A Organização Internacional do Trabalho (OIT) começa na segunda-feira, 1º de junho, seu último ciclo de conversas sobre as primeiras normas vinculantes de emprego para plataformas que oferecem serviços como transporte por aplicativo, entrega de comida e comércio eletrônico. Um ponto central de impasse é se proteções como salário mínimo e benefícios, incluindo assistência médica, licença por doença e seguridade social, devem se aplicar a todos os trabalhadores dessas plataformas, ou depender de se eles são empregados ou trabalhadores autônomos. A OIT iniciou conversas preliminares sobre o emprego de trabalhadores de plataformas no ano passado, e os membros planejam fechar acordo sobre regras e recomendações vinculantes até o fim da próxima semana.
As conversas também vão tratar da transparência na gestão automatizada, incluindo como os sistemas algorítmicos determinam a remuneração, alocam trabalho e avaliam desempenho. Qualquer resultado na agência da ONU, que promove direitos trabalhistas internacionais, deve ser acordado por governos, empregadores e trabalhadores dentro do sistema da OIT.
Países Divergem na Abordagem Regulatória
Os EUA, a China, a Argentina e a Índia defendem uma abordagem menos prescritiva, enquanto a União Europeia, o Brasil e o México apoiam proteções mais fortes, disse Lena Simet, assessora sênior sobre justiça econômica da Human Rights Watch. As negociações devem ser difíceis, e alguns membros podem tentar suavizar a redação.

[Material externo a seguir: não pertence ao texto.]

_OK_PART = '[parts.R1]\nkind = "resistor"\nvalue = "1k"\npackage = "0603"\n'

# (text, expected line, substring of the message); each must name the key or pin.
BAD = [
    ('[parts.R1]\nkind = "resistor"\nvalue = "4x7"\npackage = "0603"\n', 3, "parts.R1.value"),
    ('[parts.R1]\nkind = "resistor"\npackage = "0603"\n', 1, "needs a value"),
    ('[parts.R1]\nkind = "resistr"\nvalue = "1k"\npackage = "0603"\n', 2, "parts.R1.kind"),
    ('[parts.R1]\nkind = "resistor"\nvalue = "1k"\npackage = "0604"\n', 4, "parts.R1.package"),
    ('[parts.R1]\nkind = "resistor"\nvalue = "1k"\n', 1, "needs a package"),
    ('[parts.R1]\nkind = "resistor"\nvalue = "1k"\npackage = "0603"\ncolour = "blue"\n', 5, "unknown key 'colour'"),
    ('[parts.R1]\nkind = "resistor"\nvalue = "1k"\npackage = "0603"\ntolerance = "lots"\n', 5, "parts.R1.tolerance"),
    ('[parts.R1]\nkind = "resistor"\nvalue = "1k"\npackage = "0603"\nrating = "big"\n', 5, "parts.R1.rating"),
    ('[parts.R1]\nkind = "resistor"\nvalue = "1k"\npackage = "0603"\ndnp = "yes"\n', 5, "dnp must be"),
    (_OK_PART + '[nets]\nA = ["R9.1"]\n', 6, "no part 'R9'"),
    (_OK_PART + '[nets]\nA = ["R1.3"]\n', 6, "has no pin '3'"),
    (_OK_PART + '[nets]\nA = ["R1"]\n', 6, "REF.PIN"),
    (_OK_PART + '[nets]\nA = "R1.1"\n', 6, "list of pins"),
    (_OK_PART + '[nets]\n"A B" = ["R1.1"]\n', 6, "must not"),
    (_OK_PART + '[nets]\nA = ["R1.1", "R1.2"]\n[voltages]\nB = "5V"\n', 8, "no net 'B'"),
    (_OK_PART + '[nets]\nA = ["R1.1", "R1.2"]\n[voltages]\nA = "five"\n', 8, "not a voltage"),
    (_OK_PART + '[wires]\nA = 1\n', 5, "unknown key 'wires'"),
    ('[parts.1R]\nkind = "resistor"\nvalue = "1k"\npackage = "0603"\n', 1, "not a usable reference"),
    ('[design]\nname = "x"\n', None, "no parts"),
    ('[parts.R1\nkind = "resistor"\n', 1, "not valid TOML"),
    ('[kinds.x]\npins = []\n' + _OK_PART, 2, "list of pins"),
    ('[kinds.x]\npins = [ { number = 1, role = "sideways" } ]\n' + _OK_PART, 2, "unknown role"),
    ('[kinds.resistor]\npins = [ { number = 1 } ]\n' + _OK_PART, 1, "already exists"),
    ('[parts.U1]\nkind = "opamp-single"\npackage = "SOIC-8"\n', 3, "has 8 pins but kind opamp-single has 5"),
]


@pytest.mark.parametrize("text, line, needle", BAD, ids=[b[2] for b in BAD])
def test_bad_design_is_located(design_from, text, line, needle):
    with pytest.raises(DesignError) as ei:
        design_from(text, display="bad.toml")
    msg = str(ei.value)
    assert msg.startswith("bad.toml"), msg
    assert needle in msg, msg
    assert ei.value.line == line, msg


def test_missing_file_is_input_error(library, tmp_path):
    from pipeline.design import read_design

    with pytest.raises(DesignError, match="file not found"):
        read_design(tmp_path / "nope.toml", library, display="nope.toml")
    (tmp_path / "bin.toml").write_bytes(b"\xff\xfe[parts]")
    with pytest.raises(DesignError, match="not UTF-8"):
        read_design(tmp_path / "bin.toml", library, display="bin.toml")


@pytest.mark.parametrize("height,ok", [("1.25", True), ("0", False), ("\"tall\"", False), ("true", False)])
def test_part_height_override(design_from, height, ok):
    text = f"""
[parts.C1]
kind = "capacitor"
value = "10uF"
package = "0603"
height_mm = {height}
[parts.C2]
kind = "capacitor"
value = "100nF"
package = "0603"
[nets]
A = ["C1.1", "C2.1"]
B = ["C1.2", "C2.2"]
"""
    if not ok:
        with pytest.raises(DesignError) as info:
            design_from(text)
        assert info.value.key == "parts.C1.height_mm" and info.value.line == 6  # the key's line
        return
    d, warnings = design_from(text)
    assert d.part("C1").height_mm == 1.25 and d.part("C2").height_mm is None
    # the note names only the capacitor that takes the package height
    note = [w for w in warnings if w.check == "design.height-default"]
    assert len(note) == 1 and note[0].subject == ("C2",) and "0603 0.90 mm" in note[0].message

Grupos de Direitos e Empregadores Definem Prioridades em Disputa
Grupos de direitos e sindicatos dizem que a ampla classificação de trabalhadores como prestadores de serviço independentes permite que as empresas contornem exigências de salário mínimo e obrigações como contribuições para assistência médica, licença por doença e seguridade social. “Há um sério problema de transparência e responsabilização sobre como os algoritmos são usados para determinar remuneração e desempenho”, disse Simet.
A Organização Internacional de Empregadores, que representa cerca de 50 milhões de empresas no mundo, disse que qualquer estrutura deve permanecer flexível, permitindo que os países adaptem regras às circunstâncias nacionais. A empresa de aplicativos de transporte por aplicativo Uber ecoou essa visão. “Deve permitir que os países ofereçam proteções significativas, preservando ao mesmo tempo a flexibilidade, a escolha e a independência que muitos trabalhadores valorizam”, disse um porta-voz da Uber.
A Confederação Sindical Internacional, a principal organização global que representa trabalhadores, está pedindo uma convenção forte e vinculante. “A inovação tecnológica não pode ser usada como desculpa para enfraquecer os direitos trabalhistas democráticos”, disse seu secretário-geral Luc Triangle à Reuters.
FAQ
Sobre o que a OIT está discutindo em 1º de junho?
A Organização Internacional do Trabalho começa na segunda-feira, 1º de junho, seu último ciclo de conversas sobre as primeiras normas vinculantes de emprego para plataformas que oferecem serviços de transporte por aplicativo, entrega de comida e comércio eletrônico. As conversas abordam se salário mínimo e benefícios devem se aplicar a todos os trabalhadores dessas plataformas ou se dependem do status de emprego e também vão cobrir transparência em sistemas de gestão algorítmica.
Quais países apoiam proteções mais fortes para trabalhadores de plataformas?
A União Europeia, o Brasil e o México apoiam proteções mais fortes para trabalhadores de plataformas, enquanto os EUA, a China, a Argentina e a Índia defendem uma abordagem menos prescritiva, segundo Lena Simet, assessora sênior sobre justiça econômica da Human Rights Watch.